Fifty yards from us, just across the Place, the lights of what he called the ‘Senior’ (the United Services Club) streamed through the first flutter of sleet. All I wanted to do was cut the formalities short and get into the warm.

  We got into the warm. We sat in a corner of the club drawing-room and ordered tea and muffins. Rose was dressed in his weekend costume, sports jacket, grey flannel trousers. Still the formalities were not cut short. This was so unlike him that I was at a loss. As a rule, after the ceremonies had in his view been properly performed, he got down to business like a man turning on a switch. His manner was so artificial, so sharply split from the personality beneath, that it was always difficult to pick up his mood. And yet, as he went on describing great labyrinthine curves of politeness, I had a sense, a distressing sense, that he was under strain.

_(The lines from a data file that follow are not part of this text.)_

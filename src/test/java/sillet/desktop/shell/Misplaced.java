package sillet.desktop.shell;

import java.util.ArrayList;
import java.util.List;
import javafx.geometry.Bounds;
import javafx.geometry.Orientation;
import javafx.scene.Node;
import javafx.scene.Parent;
import javafx.scene.Scene;
import javafx.scene.control.Labeled;
import javafx.scene.control.ScrollBar;
import javafx.scene.text.Text;

/** Finds what is not where it can be read: outside the window, or cut although it is a heading. */
final class Misplaced {
  private final Scene scene;
  private final List<String> found = new ArrayList<>();

  private Misplaced(Scene scene) {
    this.scene = scene;
  }

  static List<String> in(Scene scene) {
    Misplaced misplaced = new Misplaced(scene);
    misplaced.look(scene.getRoot());
    return misplaced.found;
  }

  private void look(Node node) {
    if (!node.isVisible()) {
      return;
    }
    if (node instanceof ScrollBar bar && bar.getOrientation() == Orientation.HORIZONTAL) {
      found.add("level scroll bar in " + bar.getParent());
    }
    if (node instanceof Labeled labeled && labeled.getText() != null) {
      if (!labeled.getText().isEmpty()) {
        inside(labeled);
        whole(labeled);
      }
    }
    if (node instanceof Parent parent) {
      parent.getChildrenUnmodifiable().forEach(this::look);
    }
  }

  private void inside(Labeled labeled) {
    Bounds bounds = labeled.localToScene(labeled.getLayoutBounds());
    if (bounds.getMinX() < -1 || bounds.getMaxX() > scene.getWidth() + 1) {
      found.add("outside: " + labeled.getText() + " at " + bounds);
    }
  }

  /** Only what people typed may be cut short in a row: a name, a request, facts. */
  private void whole(Labeled labeled) {
    boolean mayBeCut = labeled.getText().length() > 24;
    for (Node child : labeled.getChildrenUnmodifiable()) {
      if (child instanceof Text drawn && !drawn.getText().equals(labeled.getText()) && !mayBeCut) {
        found.add("cut: " + labeled.getText() + " to " + drawn.getText());
      }
    }
  }
}
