package sillet.acoustics.moves;

import static org.assertj.core.api.Assertions.assertThat;
import static org.assertj.core.api.Assertions.assertThatThrownBy;
import static org.assertj.core.api.Assertions.within;

import java.util.ArrayList;
import java.util.List;
import org.junit.jupiter.api.Test;
import sillet.acoustics.estimate.HeightSds;
import sillet.acoustics.estimate.InstrumentEvidence;
import sillet.acoustics.estimate.NeckEstimate;
import sillet.acoustics.estimate.NeckEstimator;
import sillet.acoustics.estimate.Occasion;
import sillet.acoustics.estimate.StringHistory;
import sillet.acoustics.neck.StringLie;
import sillet.acoustics.readings.FretReading;
import sillet.acoustics.readings.Reference;

class StraightSaddleTest {
  @Test
  void twoStringsEachGetTheirOwnBestPlace() {
    NeckEstimate estimate = read(5, -2);
    StraightSaddleMove line = StraightSaddle.solve(estimate, Aim.NECK).orElseThrow();
    List<MoveEstimate> each = MoveSolver.solve(estimate, Aim.NECK, NutFreedom.FIXED).orElseThrow();

    assertThat(line.first()).isCloseTo(each.get(0).saddleMove(), within(1e-7));
    assertThat(line.last()).isCloseTo(each.get(1).saddleMove(), within(1e-7));
  }

  @Test
  void aLineLeavesWhatAStringInTheMiddleNeeds() {
    NeckEstimate estimate = read(5, 0, 5);
    StraightSaddleMove line = StraightSaddle.solve(estimate, Aim.OCTAVE).orElseThrow();

    double middle = line.strings().get(1).saddleMove();
    assertThat(middle).isCloseTo((line.first() + line.last()) / 2, within(1e-12));
    // least squares of a level line through 5 0 5: about 3.33 cents are taken from each
    assertThat(line.strings().get(0).cents12After()).isCloseTo(5 - 10 / 3.0, within(0.1));
    assertThat(line.strings().get(1).cents12After()).isCloseTo(-10 / 3.0, within(0.1));
  }

  @Test
  void saysWhatGivenEndsLeave() {
    NeckEstimate estimate = read(5, 0, 5);
    StraightSaddleMove given = StraightSaddle.given(estimate, 1e-3, 3e-3).orElseThrow();

    assertThat(given.strings().get(1).saddleMove()).isCloseTo(2e-3, within(1e-12));
    assertThat(given.strings().get(0).cents12After()).isCloseTo(5 - 2.7, within(0.1));
    assertThatThrownBy(() -> StraightSaddle.given(estimate, Double.NaN, 0))
        .isInstanceOf(IllegalArgumentException.class);
  }

  private static NeckEstimate read(double... octaves) {
    List<StringLie> lies = List.of(Strings.thin(), Strings.thick(), Strings.wound());
    List<StringHistory> strings = new ArrayList<>();
    for (int i = 0; i < octaves.length; i++) {
      List<FretReading> readings = List.of(new FretReading(12, octaves[i], 0.1));
      strings.add(
          StringHistory.of(
              Occasion.first(lies.get(i), HeightSds.measured(), Reference.OPEN, readings)));
    }
    return NeckEstimator.estimate(new InstrumentEvidence(strings)).orElseThrow();
  }
}
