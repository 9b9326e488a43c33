package sillet.desktop.shell;

import static org.assertj.core.api.Assertions.assertThat;

import java.time.Instant;
import org.junit.jupiter.api.Test;
import sillet.logbook.text.Message;

class SaveSignModelTest {
  private static final Instant AT = Instant.parse("2025-12-01T20:14:59Z");

  private final SaveSignModel sign = new SaveSignModel(TestWindow.CLOCK);

  @Test
  void saysTheTimeOfTheShop() {
    sign.saved(AT);

    assertThat(sign.signProperty().get().words()).isEqualTo(Message.of("shell.saved", "21:14"));
    assertThat(sign.signProperty().get().shape()).isEqualTo(SaveSignModel.Shape.FULL);
  }

  @Test
  void keepsTheReasonUntilASaveSucceeds() {
    Message why = Message.of("problem.disk", "x");
    sign.notSaved(why);
    assertThat(sign.signProperty().get().why()).contains(why);

    sign.draft(AT);
    assertThat(sign.signProperty().get().shape()).isEqualTo(SaveSignModel.Shape.HALF);

    sign.saved(AT);
    assertThat(sign.signProperty().get().why()).isEmpty();
  }
}
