package sillet.desktop.shell;

import static org.assertj.core.api.Assertions.assertThat;

import java.io.IOException;
import java.nio.file.Files;
import java.nio.file.Path;
import java.util.ArrayList;
import java.util.List;
import java.util.Map;
import java.util.Optional;
import java.util.concurrent.TimeoutException;
import javafx.scene.Node;
import javafx.scene.control.TextField;
import javafx.scene.input.KeyCode;
import org.junit.jupiter.api.Test;
import org.junit.jupiter.api.io.TempDir;
import sillet.acoustics.wire.Construction;
import sillet.desktop.drawing.Picture;
import sillet.logbook.instruments.SaddleKind;
import sillet.logbook.moves.AimChoice;
import sillet.logbook.moves.BenchString;
import sillet.logbook.moves.Heights;
import sillet.logbook.moves.MoveAdvice;
import sillet.logbook.moves.MoveAdvisor;
import sillet.logbook.moves.NoteReadings;
import sillet.logbook.moves.NutMovable;
import sillet.logbook.moves.SaddleRoom;
import sillet.logbook.strings.FittedString;
import sillet.logbook.strings.StringMake;
import sillet.logbook.units.Figures;
import sillet.logbook.units.Pitch;
import sillet.logbook.units.Tries;

/** The main job in the window, from the counter to the job sheet, with nothing but the keyboard. */
class MainJobTest {
  private static final List<String> PITCHES = List.of("E4", "B3", "G3", "D3", "A2", "E2");
  private static final List<String> GAUGES = List.of("10", "13", "17", "26", "36", "46");
  private static final List<String> FIRST = List.of("5.0", "3.2", "7.8", "0.3", "2.1", "-2.6");
  private static final List<String> SECOND = List.of("0.2", "-0.1", "0.4", "0.3", "0.1", "-0.3");

  @TempDir Path folder;

  @Test
  void goesFromTheCounterToTheJobSheetByKeyboardAlone() throws TimeoutException, IOException {
    Path sheet = folder.resolve("job.csv");
    try (TestWindow window = TestWindow.over(folder)) {
      begin(window);
      takeIn(window);
      window.untilShown("#cell-1-12");
      read(window, FIRST);
      window.untilSaid("Saved");
      movesAppear(window);
      Picture.onFxThread(() -> Picture.of(window.scene())).save("window-first-pass");
      makeMoves(window);
      read(window, SECOND);
      window.untilSaid("\u22122.6 before, \u22120.3 now");
      assertThat(count(window, "within 1 cent")).isEqualTo(5);
      assertThat(window.texts()).contains("+5.0 before, +0.2 now", "leave it");
      Picture.onFxThread(() -> Picture.of(window.scene())).save("window-second-pass");
      window.ask.file = Optional.of(sheet);
      window.press(KeyCode.CONTROL, KeyCode.E);
      window.untilSaid("Job sheet written");
      assertThat(window.ask.problems).isEmpty();
    }
    holdsTheWholeVisit(sheet);
    reopens();
  }

  private static void begin(TestWindow window) {
    window.untilShown("#shop-name");
    window.type("Quay Street Strings");
    window.press(KeyCode.CONTROL, KeyCode.ENTER);
    window.untilShown("#bench-said");
    window.press(KeyCode.CONTROL, KeyCode.N);
    window.untilShown("#customer-name");
  }

  private static void takeIn(TestWindow window) {
    window.type("Maren Oduya");
    on(window, "customer-phone", "555 0148");
    on(window, "customer-note", "");
    on(window, "request", "Sour past the seventh fret.");
    on(window, "promised", "+3");
    on(window, "condition", "Clean");
    on(window, "temperature", "20,5");
    on(window, "humidity", "44");
    on(window, "kind", "");
    on(window, "maker", "Ottersby");
    on(window, "model", "Fieldfare");
    on(window, "serial", "0382");
    on(window, "tag", "");
    on(window, "strings", "6");
    on(window, "scale", "648");
    on(window, "scale-bass", "");
    on(window, "frets", "22");
    on(window, "radius", "12in");
    on(window, "left-handed", "");
    on(window, "saddle", "");
    on(window, "screw", "M3");
    on(window, "sense", "");
    on(window, "set", "");
    on(window, "tuning", "");
    on(window, "pitch-1", "");
    on(window, "gauge-1", "");
    for (String gauge : GAUGES) {
      window.type(gauge);
      if (!gauge.equals("46")) {
        window.press(KeyCode.ENTER);
      }
    }
    on(window, "construction-6", "");
    on(window, "string-scale-6", "");
    on(window, "set-name", "Light six");
    window.press(KeyCode.TAB);
    window.press(KeyCode.SPACE);
    window.press(KeyCode.CONTROL, KeyCode.ENTER);
  }

  /** One step on by Tab, which must lead to the field with that name; then types. */
  private static void on(TestWindow window, String id, String text) {
    window.press(KeyCode.TAB);
    assertThat(Picture.onFxThread(() -> focused(window))).isEqualTo(id);
    if (!text.isEmpty()) {
      window.type(text);
    }
  }

  private static String focused(TestWindow window) {
    for (Node at = window.scene().getFocusOwner(); at != null; at = at.getParent()) {
      if (at.getId() != null) {
        return at.getId();
      }
    }
    return "nothing";
  }

  private static void read(TestWindow window, List<String> cents) {
    for (int string = 1; string <= cents.size(); string++) {
      String cell = "cell-" + string + "-12";
      window.until(() -> focused(window).equals(cell));
      window.type(cents.get(string - 1));
      window.press(KeyCode.ENTER);
    }
  }

  /** What the window says is what the advisor says of the same strings on their own. */
  private static void movesAppear(TestWindow window) {
    List<MoveAdvice> advice =
        new MoveAdvisor(75).advise(benchStrings(), AimChoice.OCTAVE).strings();
    List<String> said = window.texts();
    for (MoveAdvice one : advice) {
      double mm = one.figures().saddleMm();
      assertThat(said).contains(Figures.fixed(Math.abs(mm), 2) + "\u00a0mm");
    }
    assertThat(said).contains("away from neck", "toward neck", "leave it");
    assertThat(String.join(" ", said)).doesNotContain("lockwise");
  }

  private static List<BenchString> benchStrings() {
    List<BenchString> strings = new ArrayList<>();
    for (int i = 0; i < PITCHES.size(); i++) {
      Construction made = i < 3 ? Construction.PLAIN_STEEL : Construction.WOUND_STEEL;
      StringMake make = StringMake.of(Integer.parseInt(GAUGES.get(i)) / 1000.0, made);
      strings.add(
          new BenchString(
              "one",
              new FittedString(i + 1, Pitch.parse(PITCHES.get(i), 440), 648, make),
              Heights.NOT_KNOWN,
              new SaddleRoom(0.5, null, null, SaddleKind.SCREW, null, NutMovable.NO),
              NoteReadings.of(Map.of(12, Tries.parse(FIRST.get(i))))));
    }
    return strings;
  }

  private static void makeMoves(TestWindow window) {
    window.press(KeyCode.F8);
    window.until(() -> focused(window).equals("made-1"));
    String proposed =
        Picture.onFxThread(() -> ((TextField) window.scene().lookup("#made-1")).getText());
    assertThat(proposed).isEqualTo("3 3/4");
    window.press(KeyCode.F8);
    window.untilShown("#pass-2");
    window.until(() -> focused(window).equals("cell-1-12"));
  }

  private static long count(TestWindow window, String text) {
    return window.texts().stream().filter(text::equals).count();
  }

  private static void holdsTheWholeVisit(Path sheet) throws IOException {
    List<String> lines = Files.readAllLines(sheet);
    assertThat(lines.get(0)).startsWith("ticket,taken_in,");
    assertThat(lines.get(0)).endsWith(",note,f12");
    assertThat(lines).hasSize(1 + 6 + 6);
    assertThat(lines.get(1)).contains("Maren Oduya", "Ottersby Fieldfare", "0382", "Light six");
    assertThat(lines.get(1)).contains(",1.875,3.75,away from neck,").endsWith(",5.0");
    assertThat(lines.get(7)).endsWith(",0.2");
  }

  private void reopens() throws TimeoutException {
    try (TestWindow window = TestWindow.over(folder)) {
      window.untilRows("#bench-list", 1);
      window.press(KeyCode.ENTER);
      window.untilShown("#pass-2");
      assertThat(cell(window, 1)).isEqualTo("+0.2");
      assertThat(window.texts()).contains("Maren Oduya", "within 1 cent");
      window.fire("#pass-1");
      window.untilSaid("+5.0 read, ");
      assertThat(cell(window, 1)).isEqualTo("+5.0");
      assertThat(cell(window, 6)).isEqualTo("\u22122.6");
      window.press(KeyCode.ESCAPE);
      window.press(KeyCode.CONTROL, KeyCode.DIGIT2);
      window.untilRows("#instrument-list", 1);
    }
  }

  private static String cell(TestWindow window, int string) {
    return Picture.onFxThread(
        () -> ((TextField) window.scene().lookup("#cell-" + string + "-12")).getText());
  }
}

  We drank the tea, we ate the muffins. Rose was expressing a mannerly interest in the book reviews in the Sunday papers. He had noticed something on a subject that was bound to interest my wife, to whom again, his regrets for intruding that day –

  Usually I was patient: but I could wait no longer. I said: ‘What’s all this about?’

  He gazed at me with an expression I could not read.

  ‘I suppose,’ I said, ‘that something has happened about Roger Quaife. Is that it?’

  ‘Not directly,’ said Rose, in his brisk, businesslike tone. So at last he was engaged. He went on:‘No, so far as I know, that’s all right. Our masters appear to be about to sanction what I must say is an unusually sensible White Paper. It’s going to the Cabinet next week. It’s a compromise, of course, but it has got some good points. Whether our masters stick to those when they get under shot and shell – that’s quite another matter. Will our friend Quaife stick to it when they really get at him? I confess I find it an interesting speculation.’ He was speaking from his active, working self: but he was still watching me.